Ist schon seltsam, was einem manchmal, vollkommen zusammenhanglos, so durch den Kopf geistert. Holtemme zum Beispiel. Oder die Nachricht „Kloster zerstört, Äbtissin und Nonnen verschleppt“. Dann blitzt die Zahl 50 auf, wohl weil mir die immer wieder auffällt.
Holtemme, Holtemme – wer oder was ist denn Holtemme? Nie gehört. Oder Sülze. Naja, das weiß jeder. Oder doch nicht? Ist Bisdorfer Röte ein Krankheitsbild oder die Großlage in einem deutschen Weingebiet, oder was? Nach wenigen Minuten Recherche ist es geklärt: Alle drei sind Nebenflüsse der Bode, die wiederum ein Zufluss der Saale ist. So, jetzt endlich ein Name, der auch uns in Bayern bekannt vorkommt.

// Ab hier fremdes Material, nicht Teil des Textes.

/* The object and key an answer goes under; *key NULL: none (counts, names). */
static cJSON *find_slot(const struct form *form, const struct question *question,
                        const char **key)
{
    cJSON *ring = form_ring(form);
    static const char *const of_job[] = {[ASK_JOB] = "job", [ASK_DATE] = "date"};
    static const char *const of_ring[] = {
        [ASK_LIVE] = "live_mm2", [ASK_CPC] = "cpc_mm2", [ASK_TEMPERATURE] = "temperature_c"};
    *key = NULL;
    switch (question->topic) {
    case ASK_JOB:
    case ASK_DATE: *key = of_job[question->topic]; return form->document;
    case ASK_LIVE:
    case ASK_CPC:
    case ASK_TEMPERATURE: *key = of_ring[question->topic]; return ring;
    case ASK_READING: {
        *key = question->place;
        cJSON *readings = cJSON_GetObjectItemCaseSensitive(form->document, "readings");
        return cJSON_GetObjectItemCaseSensitive(readings, setups[question->setup].name);
    }
    case ASK_METRES: {
        *key = "run_m";
        static const char *const lists[] = {"points", "spurs"};
        for (size_t i = 0; i < 2; i++) {
            cJSON *point;
            cJSON_ArrayForEach(point, cJSON_GetObjectItemCaseSensitive(ring, lists[i]))
            {
                if (strcmp(text_of(point, "id"), question->place) == 0)
                    return point;
            }
        }
        *key = "last_run_m";
        return ring;
    }
    default: return NULL;
    }
}

static void add_value(const cJSON *value, struct text *out)
{
    const cJSON *first = cJSON_IsArray(value) ? value->child : value;
    for (const cJSON *one = first; one != NULL; one = first == value ? NULL : one->next) {
        if (one != first)
            text_add(out, " ");
        if (cJSON_IsString(one))
            text_add(out, one->valuestring);
        else if (cJSON_IsNumber(one))
            text_addf(out, "%.10g", one->valuedouble);
        else
            text_add(out, "unknown");
    }
}

static void today(char out[16])
{
    time_t seconds = time(NULL);
    struct tm local;
    if (localtime_r(&seconds, &local) == NULL || strftime(out, 16, "%Y-%m-%d", &local) == 0)
        out[0] = '\0';
}

static void put_question(const struct asking *asking, const struct question *question)
{
    static const char *const words[] = {
        [ASK_POINTS] = "Points on the ring",
        [ASK_JOB] = "Name of the job",
        [ASK_DATE] = "Date (t: today)",
        [ASK_LIVE] = "Line and neutral, mm² (Enter: 2.5)",
        [ASK_CPC] = "CPC, mm² (Enter: 1.5; ?: not known)",
        [ASK_TEMPERATURE] = "Temperature, °C (Enter: 20)",
        [ASK_SPURS] = "Spur points (Enter: none)",
        [ASK_SETUPS] = "Set-ups to read",
    };
    const char *key;
    const struct form *form = asking->form;
    cJSON *slot = find_slot(form, question, &key);
    struct text old = {0};
    if (key != NULL && slot != NULL)
        add_value(cJSON_GetObjectItemCaseSensitive(slot, key), &old);
    if (question->topic == ASK_SETUPS)
        for (size_t i = 0; i < form->n_setups; i++)
            text_addf(&old, "%s%s", i > 0 ? "," : "", setups[form->setups[i]].name);
    if (question->topic == ASK_POINTS)
        text_addf(&old, "%zu", form->n_points);
    if (question->topic == ASK_FROM)
        printf("S%zu hangs on (P1 …, out, in)", question->index + 1);
    else if (question->topic == ASK_METRES)
        printf("Metres of cable from the place before to %s", question->place);
    else if (question->topic == ASK_READING)
        printf("  %s", question->place);
    else
        say(words[question->topic]);
    if (old.length > 0 && !old.failed)
        printf(" [%s]", old.bytes);
    say(": ");
    fflush(stdout);
    text_finish(&old);
}

/* --- answers --- */

/* Readings as typed, or one number; NULL: there is none in it. *fit: not too long, all words. */
static cJSON *read_values(const char *answer, bool several)
{
    struct text word = {0};
    cJSON *list = cJSON_CreateArray();
    bool good = list != NULL;
    for (const char *at = answer; good && sheet_next_word(&at, &word);) {
        char json[64];
        cJSON *value = NULL;
        if (several && sheet_is_over_range(word.bytes))
            value = cJSON_CreateString("open");
        else if (!word.failed && (sheet_number(word.bytes, '.', json, sizeof json) ||
                                  sheet_number(word.bytes, ',', json, sizeof json)))
            value = cJSON_Parse(json);
        good = value != NULL && cJSON_AddItemToArray(list, value);
    }
    text_finish(&word);
    int n = good ? cJSON_GetArraySize(list) : 0;
    if (n == 1) {
        cJSON *only = cJSON_DetachItemFromArray(list, 0);
        cJSON_Delete(list);
        return only;
    }
    if (n == 0 || !several) {
        cJSON_Delete(list);
        return NULL;
    }
    return list;
}

/* The value an answer stands for; NULL with RF_REFUSED: it stands for none. */
static enum rf_status read_answer(const struct question *question, const char *answer,
                                  cJSON **value, struct rf_error *error)
{
    char day[16];
    *value = NULL;
    if (question->topic == ASK_JOB) {
        *value = cJSON_CreateString(answer);
    } else if (question->topic == ASK_DATE) {
        today(day);
        *value = cJSON_CreateString(strcmp(answer, "t") == 0 ? day : answer);
    } else if ((question->topic == ASK_CPC || question->topic == ASK_METRES) &&
               (strcmp(answer, "?") == 0 || sheet_same_word(answer, "unknown"))) {
        *value = cJSON_CreateNull();
    } else {
        *value = read_values(answer, question->topic == ASK_READING);
        if (*value == NULL)
            return fail(error, RF_REFUSED, "found \"%.40s\"; needs %s", answer,
                        question->topic == ASK_READING
                            ? "ohms from 0 to 99.9, or OL for over range"
                            : "a number");
    }
    return *value != NULL ? RF_OK : fail_memory(error);
}

static enum rf_status set_value(struct form *form, const struct question *question,
                                const char *answer, struct rf_error *error)
{
    const char *key;
    cJSON *value = NULL, *slot;
    bool clears = strcmp(answer, "-") == 0;
    enum rf_status status = clears ? RF_OK : read_answer(question, answer, &value, error);
    if (status != RF_OK)
        return status;
    if (question->topic == ASK_READING && !clears) {
        cJSON *readings = form_object(form->document, "readings");
        if (readings == NULL || form_object(readings, setups[question->setup].name) == NULL) {
            cJSON_Delete(value);
            return fail_memory(error);
        }
    }
    slot = find_slot(form, question, &key);
    cJSON_DeleteItemFromObjectCaseSensitive(slot, key);
    if (!clears && !cJSON_AddItemToObject(slot, key, value)) {
        cJSON_Delete(value);
        return fail_memory(error);
    }
    return RF_OK;
}

static enum rf_status read_count(const char *answer, unsigned long least, size_t *n,
                                 struct rf_error *error)
{
    char *end;
    unsigned long number = strtoul(answer, &end, 10);
    if (answer[0] < '0' || answer[0] > '9' || *end != '\0' || number < least ||
        number > JOB_MAX_POINTS)
        return fail(error, RF_REFUSED, "found \"%.40s\"; needs a number from %lu to %d", answer,
                    least, JOB_MAX_POINTS);
    *n = (size_t)number;
    return RF_OK;
}

static enum rf_status set_spurs(struct form *form, const char *answer, struct rf_error *error)
{
    size_t n = 0;
    enum rf_status status = RF_OK;
    if (strcmp(answer, "-") != 0)
        status = read_count(answer, 0, &n, error);
    if (status != RF_OK)
        return status;
    for (size_t i = n; i < form->n_spurs && status == RF_OK; i++)
        status = form_hang_spur(form, i, NULL, error);
    form->n_spurs = n;
    return status;
}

„Kloster zerstört, Äbtissin und Nonnen verschleppt.“ Natürlich, schon wieder der IS! Irrtum. Eben nicht: nicht heute, sondern 1631/32 und nicht der IS, sondern die Schweden. Schauplatz: keine christliche Enklave in einem muslimischen Staat, sondern Halberstadt in Sachsen-Anhalt. Interessant: genau dort, wo heute Rechtsextremisten ihr Unwesen treiben, hat es Anfang des 17. Jahrhunderts so etwas wie einen Vorläufer der Aufklärung gegeben. Darauf könnte man sich doch mal besinnen und an diese Tradition anknüpfen, oder?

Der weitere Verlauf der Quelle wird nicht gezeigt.